Percolation transition, depicting the formation of global connectivity on continual addition of links, occurs typically in contagion processes in social and biological systems1. Spreading of activities can either terminate after a transitory prevalence or undergo an outbreak that reaches a finite fraction of the population, such as in the spread of epidemics2,10, cybernetic viruses11, opinions12, and a wide range of failures, such as power blackouts13,14 or road congestions15. Such phase transitions were long believed to be continuous, meaning that only a gradual onset of small-scale outbreak is present at the threshold of the controlling parameter, which measures the propensity of forming local connections1.

Agents may, however, not spread in isolation. Empirical studies have shown more violent spreading modes when the participating agents are of multiple types, as most prominently exhibited in co-epidemics. The most striking example is the 1918 Spanish flu pandemic, which caused a prevalence in one third of the world population. Pathological evidence showed that a considerable proportion of the infecteds were co-infected by pneumonia3,4. The spread of HIV/AIDS, as a more recent example, has been verified to be promoted by a host of other infectious diseases (including tuberculosis, herpes virus, syphilis, malaria and hepatitis) and vice versa5,6. The boosted propagation of co-epidemics is rooted in the interaction of pathogens that mutually enhance the susceptibility for each other. Considerable attention has been received from epidemiologists in revealing their pathology. Their fundamental dynamics on the macroscopic scale is nevertheless much less understood. It thus remains a question: what is the typical scenario of outbreak that can emerge in the co-spreading of cooperative pathogens, or to what extent would such cooperation alter the classic spreading mode of a single agent?

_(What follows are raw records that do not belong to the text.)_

/**
 * Triangle quantities from side lengths alone.
 *
 * Area by Kahan's needle-safe formula (W. Kahan, "Miscalculating area and
 * angles of a needle-like triangle", 2000/2014): with a ≥ b ≥ c,
 *   A = ¼ √((a + (b + c))(c − (a − b))(c + (a − b))(a + (b − c))).
 * Angles as θ_a = atan2(4A, b² + c² − a²), which stays accurate for needles
 * and caps (the area carries the small quantity). Lengths that break the
 * triangle inequality give A = 0 and angles {π, 0, 0}: never NaN.
 *
 * Conventions for half-edge arrays: `angle[h]` is the interior angle at the
 * tail of half-edge h, so the angle opposite h is `angle[prev(h)]`.
 */
import type { IntrinsicMesh } from './intrinsic.js';
import { prev } from '../mesh/topology.js';

/** Kahan's stable triangle area from three side lengths (0 when they do not form a triangle). */
export function triangleArea(a: number, b: number, c: number): number {
  // sort so that a >= b >= c
  if (a < b) { const t = a; a = b; b = t; }
  if (b < c) { const t = b; b = c; c = t; }
  if (a < b) { const t = a; a = b; b = t; }
  const p = (a + (b + c)) * (c - (a - b)) * (c + (a - b)) * (a + (b - c));
  return p > 0 ? 0.25 * Math.sqrt(p) : 0;
}

/** Angle opposite side `a` in the triangle with sides a, b, c (radians, in [0, π]). */
export function angleOpposite(a: number, b: number, c: number): number {
  return Math.atan2(4 * triangleArea(a, b, c), b * b + c * c - a * a);
}

/**
 * Cotangent of the angle opposite side `a`. Finite always: a triangle of zero
 * area gets cot clamped to ±`COT_LIMIT` (or 0 when the numerator vanishes).
 */
export function cotOpposite(a: number, b: number, c: number): number {
  const d = b * b + c * c - a * a;
  const s = 4 * triangleArea(a, b, c);
  return safeCot(d, s);
}

/** Bound on |cot θ| for zero-area triangles, so nothing downstream sees Infinity. */
export const COT_LIMIT = 1e8;

function safeCot(d: number, s: number): number {
  if (s > 0) {
    const c = d / s;
    return c > COT_LIMIT ? COT_LIMIT : c < -COT_LIMIT ? -COT_LIMIT : c;
  }
  return d > 0 ? COT_LIMIT : d < 0 ? -COT_LIMIT : 0;
}

/** Side lengths of face f in half-edge order: l[k] = length of half-edge 3f+k. */
function sides(m: IntrinsicMesh, f: number): [number, number, number] {
  const { edgeOf } = m.topology;
  const L = m.edgeLength;
  return [L[edgeOf[3 * f]!]!, L[edgeOf[3 * f + 1]!]!, L[edgeOf[3 * f + 2]!]!];
}

/** Area of every face. */
export function faceAreas(m: IntrinsicMesh, out = new Float64Array(m.topology.nf)): Float64Array {
  for (let f = 0; f < m.topology.nf; f++) {
    const [a, b, c] = sides(m, f);
    out[f] = triangleArea(a, b, c);
  }
  return out;
}

/** Interior angle at the tail vertex of every half-edge. */
export function cornerAngles(m: IntrinsicMesh, out = new Float64Array(3 * m.topology.nf)): Float64Array {
  for (let f = 0; f < m.topology.nf; f++) {
    const l = sides(m, f);
    const s = 4 * triangleArea(l[0], l[1], l[2]);
    for (let k = 0; k < 3; k++) {
      // angle at tail(3f+k) lies between half-edges 3f+k and prev(3f+k) = 3f+(k+2)%3;
      // the side opposite it is next(3f+k) = 3f+(k+1)%3
      const a = l[(k + 1) % 3]!, b = l[k]!, c = l[(k + 2) % 3]!;
      out[3 * f + k] = Math.atan2(s, b * b + c * c - a * a);
    }
  }
  return out;
}

/** Cotangent of the angle opposite every half-edge (finite; see {@link COT_LIMIT}). */
export function halfedgeCotans(m: IntrinsicMesh, out = new Float64Array(3 * m.topology.nf)): Float64Array {
  for (let f = 0; f < m.topology.nf; f++) {
    const l = sides(m, f);
    const s = 4 * triangleArea(l[0], l[1], l[2]);
    for (let k = 0; k < 3; k++) {
      const a = l[k]!, b = l[(k + 1) % 3]!, c = l[(k + 2) % 3]!;
      out[3 * f + k] = safeCot(b * b + c * c - a * a, s);
    }
  }
  return out;
}

/** Cotangent edge weights w_e = (cot α + cot β) / 2 (one term on boundary edges). */
export function edgeCotanWeights(m: IntrinsicMesh, out = new Float64Array(m.topology.ne)): Float64Array {
  const cot = halfedgeCotans(m);
  out.fill(0);
  const { edgeOf } = m.topology;
  for (let h = 0; h < cot.length; h++) out[edgeOf[h]!]! += 0.5 * cot[h]!;
  return out;
}

/** Vertex area: one third of the area of each incident face. */
export function barycentricVertexAreas(m: IntrinsicMesh, out = new Float64Array(m.topology.nv)): Float64Array {
  const t = m.topology;
  const A = faceAreas(m);
  out.fill(0);
  for (let f = 0; f < t.nf; f++) {
    const a3 = A[f]! / 3;
    out[t.tri[3 * f]!]! += a3;
    out[t.tri[3 * f + 1]!]! += a3;
    out[t.tri[3 * f + 2]!]! += a3;
  }
  return out;
}

/**
 * Mixed Voronoi vertex areas (Meyer, Desbrun, Schröder, Barr 2003): the
 * Voronoi share in non-obtuse triangles, A/2 at an obtuse corner and A/4 at the
 * other two corners of an obtuse triangle. They sum to the total area.
 */
export function mixedVoronoiVertexAreas(m: IntrinsicMesh, out = new Float64Array(m.topology.nv)): Float64Array {
  const t = m.topology;
  const ang = cornerAngles(m);
  const cot = halfedgeCotans(m);
  const L = m.edgeLength;
  out.fill(0);
  const half = Math.PI / 2;
  for (let f = 0; f < t.nf; f++) {
    const h0 = 3 * f;
    const [a, b, c] = sides(m, f);
    const area = triangleArea(a, b, c);
    let obtuse = -1;
    for (let k = 0; k < 3; k++) if (ang[h0 + k]! > half) obtuse = k;
    for (let k = 0; k < 3; k++) {
      const h = h0 + k;
      const v = t.tri[h]!;
      if (obtuse < 0) {
        // ⅛ (|h|² cot(opposite h) + |prev h|² cot(opposite prev h))
        const hp = prev(h);
        const lh = L[t.edgeOf[h]!]!, lp = L[t.edgeOf[hp]!]!;
        out[v]! += 0.125 * (lh * lh * cot[h]! + lp * lp * cot[hp]!);
      } else {
        out[v]! += obtuse === k ? area / 2 : area / 4;
      }
    }
  }
  return out;
}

On one hand, interaction of a positive-feedback nature tends to impose instability on a large system. The principle has been substantiated in interdependent networks13,14 and in systems with reinforced contagion via neighbouring nodes16. On the other hand, a non-negligible influence will be exerted by the underlying networked medium, which strengthens or impairs the cooperation. The outbreak profile is thus shaped by both agent–agent and agent–network interactions, beyond the complication of single-agent processes.

Here we propose a mechanistic model for understanding cooperative contagions in the framework of percolation. We focus on identifying possible phase transitions that arise therein. Our results show a fundamentally different scenario from the classic ordinary percolation (OP; ref. 1). It reveals in particular that cooperation can lead to phase transitions of different orders, causing either a mild or an abrupt massive outbreak right at the threshold. The actual type of outbreak depends crucially on the underlying network topology, which regulates the efficacy of cooperation. An abrupt outbreak emerges only if the topology has a required global structure that supports a bottleneck for cascaded mutual infections. In this case, an avalanche-like outbreak may be imminent with no warning.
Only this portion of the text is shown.